The vibrant democratic protest culture—it’s a myth. From the outside, it seems to be inherited from the democracy movement of the 1980s and sparks images of brave individuals fighting an authoritarian government. In reality, it is today, a highly organized, firmly controlled political tool, manipulated and directed in a hierarchic structure.
Now, there will not be an immediate, dramatic authoritarian turn. Korea will not suddenly become North Korea. But it is sliding toward a brittle, illiberal democracy—a system where electoral competition persists but real checks and balances wither; where dissent is tolerated only within tightly policed bounds; where media serve political masters; and where the rule of law bends to partisan needs.
By the time Washington notices, it will be way too late. The machinery of alliance management—the Pentagon, the State Department, think tanks—remains narrowly focused on strategic and military cooperation. The underlying assumptions of “shared values” will endure in official speeches long after they cease to reflect reality.
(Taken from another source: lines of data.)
"""derive(case): the whole combined-load calculation of one load case, step by step.

Inputs are plain floats in the engine's units (N, mm, r/min, h, mm²/s, °C, degrees); the output is
a :class:`~workbench.engine.record.Derivation` whose ``results`` hold the contract names
``P e X Y L10 L10h Lnm P0 s0`` and more.  Standards: ISO 281:2007 (dynamic rating, life, a1, aISO),
ISO 76:2006 (static), ISO 3448 / ASTM D341 / ASTM D2270 (viscosity), three-parameter Weibull.
"""

from __future__ import annotations

import math
from collections.abc import Mapping
from dataclasses import dataclass, fields
from functools import lru_cache

from . import tables as T
from . import viscosity
from .explain import aiso_words, table_lookup
from .kinds import (
    DEFAULT_CONTACT_ANGLE, KIND_WORDS, ROLLER_KINDS, THRUST_KINDS, Arrangement, DynamicFactors,
    Kind, StaticFactors, aiso_load_divisor, contact_angle_from_e, dynamic_factors, dynamic_load,
    equivalent_static_load, life_clause, life_exponent, load_clause, makers_factor_warnings,
    is_bearing_set, makers_y_is_per_row, parse_arrangement, parse_kind, rating_clause,
    rotation_factor, rotation_factor_refusal, set_exponent_words, set_words, static_factors,
    static_rating_clause,
)
from .life import (
    KAPPA_MAX, KAPPA_MIN, a1_iso281, aiso, basic_rating_life, contamination_factor,
    fatigue_load_limit_estimate, kappa_in_range, life_hours, reference_viscosity,
    weibull_life_factor,
)
from .record import Derivation, InputError, StepWords, fmt

NAN = math.nan
RELIABILITY_MODELS = ("iso281", "weibull")

# Read once here, not on every derive() (the solver and the sensitivity sweep run dozens a call):
# an Enum member read off its class costs ~0.1 µs on Python 3.11, a clause f-string ~0.3 µs.
_CYLINDRICAL = Kind.CYLINDRICAL
_ANGLED_RADIAL_KINDS = frozenset({Kind.SELF_ALIGNING, Kind.TAPERED, Kind.SPHERICAL})
_PAIRED_ARRANGEMENTS = frozenset({Arrangement.BACK_TO_BACK, Arrangement.FACE_TO_FACE})
MODIFIED_LIFE_SOURCE = "ISO 281:2007 §9.1"
"""The clause of the modified rating life Lnm = a1·aISO·L10."""
_LOAD_CLAUSE: dict[Kind, str] = {kind: load_clause(kind) for kind in Kind}
_LIFE_CLAUSE: dict[Kind, str] = {kind: life_clause(kind) for kind in Kind}
_AISO_LOAD_DIVISOR: dict[Kind, float] = {kind: aiso_load_divisor(kind) for kind in Kind}
# X0, Y0 hang on the kind, the arrangement and α alone: the same few in every derive() of a session.
_static_factors = lru_cache(maxsize=64)(static_factors)


@dataclass(frozen=True, slots=True)
class CaseInputs:
    """Everything one load case needs, in engine units.  ``None`` means "not given"."""

    kind: str = "deep-groove"
    arrangement: str = "single"
    fr: float = 0.0                 # N, radial load
    fa: float = 0.0                 # N, axial load
    c: float = 0.0                  # N, basic dynamic load rating
    c0: float = 0.0                 # N, basic static load rating
    f0: float | None = None         # ISO 76 factor f0 (deep-groove, 15° angular-contact)
    contact_angle: float | None = None  # degrees
    e_given: float | None = None    # maker's e (tapered, spherical, self-aligning)
    y_given: float | None = None    # maker's Y for Fa/Fr > e
    speed: float = 0.0              # r/min; 0 leaves hours undefined
    af: float = 1.0                 # application factor on P
    outer_ring_rotates: bool = False  # rotation factor V = 1.2 (older practice)
    reliability: float = 0.90
    reliability_model: str = "iso281"
    weibull_x0: float = T.WEIBULL_X0
    weibull_theta: float = T.WEIBULL_THETA
    weibull_b: float = T.WEIBULL_B
    rating_life_mrev: float = 1.0   # LR, the rating basis life of C (Weibull model), 10⁶ rev
    nu: float | None = None         # operating viscosity, mm²/s (overrides vg/temp)
    vg: float | None = None         # ISO VG grade
    vi: float | None = None         # viscosity index (default 100 when vg is given)
    nu100: float | None = None      # viscosity at 100 °C, mm²/s (instead of vi)
    temp: float | None = None       # operating temperature, °C
    dm: float | None = None         # mean diameter (d + D)/2, mm
    cu: float | None = None         # fatigue load limit, N
    cleanliness: str | None = None  # named level from tables.CONTAMINATION_LEVELS
    ec: float | None = None         # contamination factor eC as a number
    static_duty: str = "normal"     # key of tables.STATIC_SAFETY_MINIMUMS
    s0_min: float | None = None     # required static safety, overrides the duty's minimum


NUMERIC_INPUTS: tuple[str, ...] = tuple(
    f.name for f in fields(CaseInputs)
    if f.name not in ("kind", "arrangement", "reliability_model", "cleanliness", "static_duty",
                      "outer_ring_rotates")
)
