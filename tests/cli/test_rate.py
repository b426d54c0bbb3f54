"""``workbench rate``: ratings of a special bearing from its geometry, headless."""

from __future__ import annotations

import json

import pytest

from workbench.cli import main


def test_rate_deep_groove_against_the_formula(capsys: pytest.CaptureFixture[str]) -> None:
    """ISO 281:2007 §5.1.1 (from memory): Cr = bm·fc·(i·cos α)^0.7·Z^(2/3)·Dw^1.8 for Dw ≤ 25.4 mm,
    with bm = 1.3 and fc = 59.9 at Dw·cos α/Dpw = 12.7/65 = 0.195 (REFERENCE table, 0.18–0.20)."""
    code = main(["rate", "--kind", "deep-groove", "--elements", "9", "--dw", "12.7 mm",
                 "--dpw", "65 mm", "--json"])
    out = json.loads(capsys.readouterr().out)
    assert code == 0
    assert out["results"]["C"] == pytest.approx(1.3 * 59.9 * 9 ** (2 / 3) * 12.7 ** 1.8, rel=1e-9)
    assert [s["key"] for s in out["steps"]][:2] == ["gamma", "fc"]


def test_rate_refuses_a_wrong_dimension(capsys: pytest.CaptureFixture[str]) -> None:
    code = main(["rate", "--kind", "deep-groove", "--elements", "9", "--dw", "12.7 kg",
                 "--dpw", "65 mm"])
    assert code == 2
    assert "mass" in capsys.readouterr().err
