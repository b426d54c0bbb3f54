"""``workbench internal``: the load distribution inside one bearing, headless."""

from __future__ import annotations

import json
import math

import pytest

from workbench.cli import main

BALL = ["internal", "--kind", "deep-groove", "--elements", "9", "--dw", "12.7 mm", "--dpw", "65 mm"]


def _json(capsys: pytest.CaptureFixture[str], argv: list[str]) -> dict:
    assert main(argv + ["--json"]) == 0
    return json.loads(capsys.readouterr().out)


def test_json_keys_as_the_issue_lists(capsys: pytest.CaptureFixture[str]) -> None:
    out = _json(capsys, BALL + ["--fr", "5 kN"])
    for key in ("elements", "q_max_N", "load_zone_deg", "epsilon", "displacement", "p_max_MPa",
                "stiffness", "L10r", "L10_iso281", "steps"):
        assert key in out
    assert set(out["displacement"]) == {"radial_mm", "axial_mm", "tilt_rad"}
    assert set(out["p_max_MPa"]) == {"inner", "outer"}
    assert len(out["elements"]) == 9
    assert {"angle_deg", "load_N", "contact_angle_deg"} <= set(out["elements"][0])
    assert {"key", "formula", "substituted", "value", "unit", "source"} <= set(out["steps"][0])


def test_zero_clearance_against_stribeck(capsys: pytest.CaptureFixture[str]) -> None:
    # Stribeck: Qmax = Fr/Σ cos^(5/2) ψj over the loaded balls (Z = 9, zero clearance), and
    # the load zone is ±90° with ε = 0.5.
    out = _json(capsys, BALL + ["--fr", "5 kN"])
    cos_sum = sum(max(math.cos(2 * math.pi * j / 9), 0.0) ** 2.5 for j in range(9))
    assert out["q_max_N"] == pytest.approx(5000.0 / cos_sum, rel=1e-8)
    assert out["epsilon"] == pytest.approx(0.5, abs=1e-9)
    assert out["load_zone_deg"] == pytest.approx(90.0, abs=1e-6)


def test_pure_thrust_shares_equally(capsys: pytest.CaptureFixture[str]) -> None:
    # Pure axial load: every ball alike (symmetry); the load zone is the whole ring (ε → ∞: null).
    out = _json(capsys, ["internal", "--kind", "angular-contact", "--elements", "12", "--dw", "12.7",
                         "--dpw", "65", "--contact-angle", "40°", "--fr", "0", "--fa", "3 kN"])
    loads = [e["load_N"] for e in out["elements"]]
    assert max(loads) - min(loads) <= 1e-9 * max(loads)
    assert out["epsilon"] is None and out["load_zone_deg"] == 180.0


def test_text_output_draws_the_ring(capsys: pytest.CaptureFixture[str]) -> None:
    assert main(BALL + ["--fr", "5 kN", "--clearance", "0.02 mm"]) == 0
    text = capsys.readouterr().out
    assert "Qmax" in text and "L10r" in text and "#" * 30 in text
    assert "Jones; Harris & Kotzalas" in text


@pytest.mark.parametrize(("extra", "flag"), [
    (["--fr", "5 kN", "--dw", "80 mm"], "--dw"),
    (["--fr", "5 kg"], "--fr"),
    (["--fr", "5 kN", "--clearance", "2 mm"], "--clearance"),
    (["--fr", "5 kN", "--rows", "2"], "--rows"),
    (["--fr", "5 kN", "--moment", "1 N·m", "--tilt", "1 mrad"], "--tilt"),
    (["--fr", "5 kN", "--lwe", "10 mm"], "--lwe"),
])
def test_bad_input_exits_2_naming_the_flag(capsys: pytest.CaptureFixture[str], extra: list[str],
                                           flag: str) -> None:
    argv = BALL + extra
    if "--dw" in extra:
        argv = argv[:5] + argv[7:]  # replace the ball diameter
    assert main(argv) == 2
    err = capsys.readouterr().err.strip()
    assert err.count("\n") == 0
    assert err.startswith(f"workbench: {flag}:")


def test_no_equilibrium_exits_2_with_the_cause(capsys: pytest.CaptureFixture[str]) -> None:
    code = main(["internal", "--kind", "cylindrical", "--elements", "14", "--dw", "11", "--dpw", "70",
                 "--lwe", "11", "--fr", "0", "--fa", "2 kN"])
    assert code == 2
    err = capsys.readouterr().err.strip()
    assert err.startswith("workbench: --fa: no equilibrium: pure thrust on a cylindrical")


def test_preloaded_pair_compares_the_rule(capsys: pytest.CaptureFixture[str]) -> None:
    out = _json(capsys, ["internal", "--kind", "tapered", "--arrangement", "face-to-face",
                         "--elements", "17", "--dw", "9", "--dpw", "66", "--lwe", "14",
                         "--contact-angle", "15°", "--preload", "1 kN", "--fr", "10 kN", "--fa", "2 kN"])
    assert {row["row"] for row in out["rows"]} == {"A", "B"}
    keys = {step["key"] for step in out["steps"]}
    assert {"Fa_rule_A", "Fa_rule_B", "delta_pre"} <= keys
When the façade finally cracks—perhaps amid a political purge, a media crackdown, or a manufactured national security crisis—the shock in Washington will be palpable. Just like Yoon’s attempt at martial law, the surprise will result in silence, and then muted responses.
Analysts will feign surprise. Editorial pages will wring their hands. But the warning signs are visible now to anyone willing to look.
The geopolitical consequences will be serious. A brittle, illiberal Korea will be a less reliable ally—not because it will tilt toward China (although it may), but because its domestic politics will grow inward-looking and unstable. U.S. demands, especially under Trump’s confrontational style, will provoke nationalist backlash. Coordination on regional strategy will become harder. The U.S.–Korea alliance will be held hostage to Korea’s internal political swings in ways Washington is unprepared to manage.
It is tempting to believe the alliance can ride out these storms—that shared interests will trump domestic shifts. But interests alone are not enough to sustain an alliance built on the rhetoric of shared values. The widening gap between official narrative and on-the-ground reality corrodes trust, both within Korea and between the two governments.
Washington will continue to ignore the decay of Korean liberal democracy. It’s important to remember, democracy never was a priority. An increasingly transactional relationship will be the result.
The illusion of South Korea as a liberal-democratic beacon has served its purpose. It justified decades of alliance investment and comforted American elites. Clinging to it is getting more difficult.
The time to re-imagine Korea—clear-eyed, unsentimental, and attuned to its evolving political realities—is now. Otherwise, when the fall comes, it will take Washington by surprise—and it will be too late to adjust.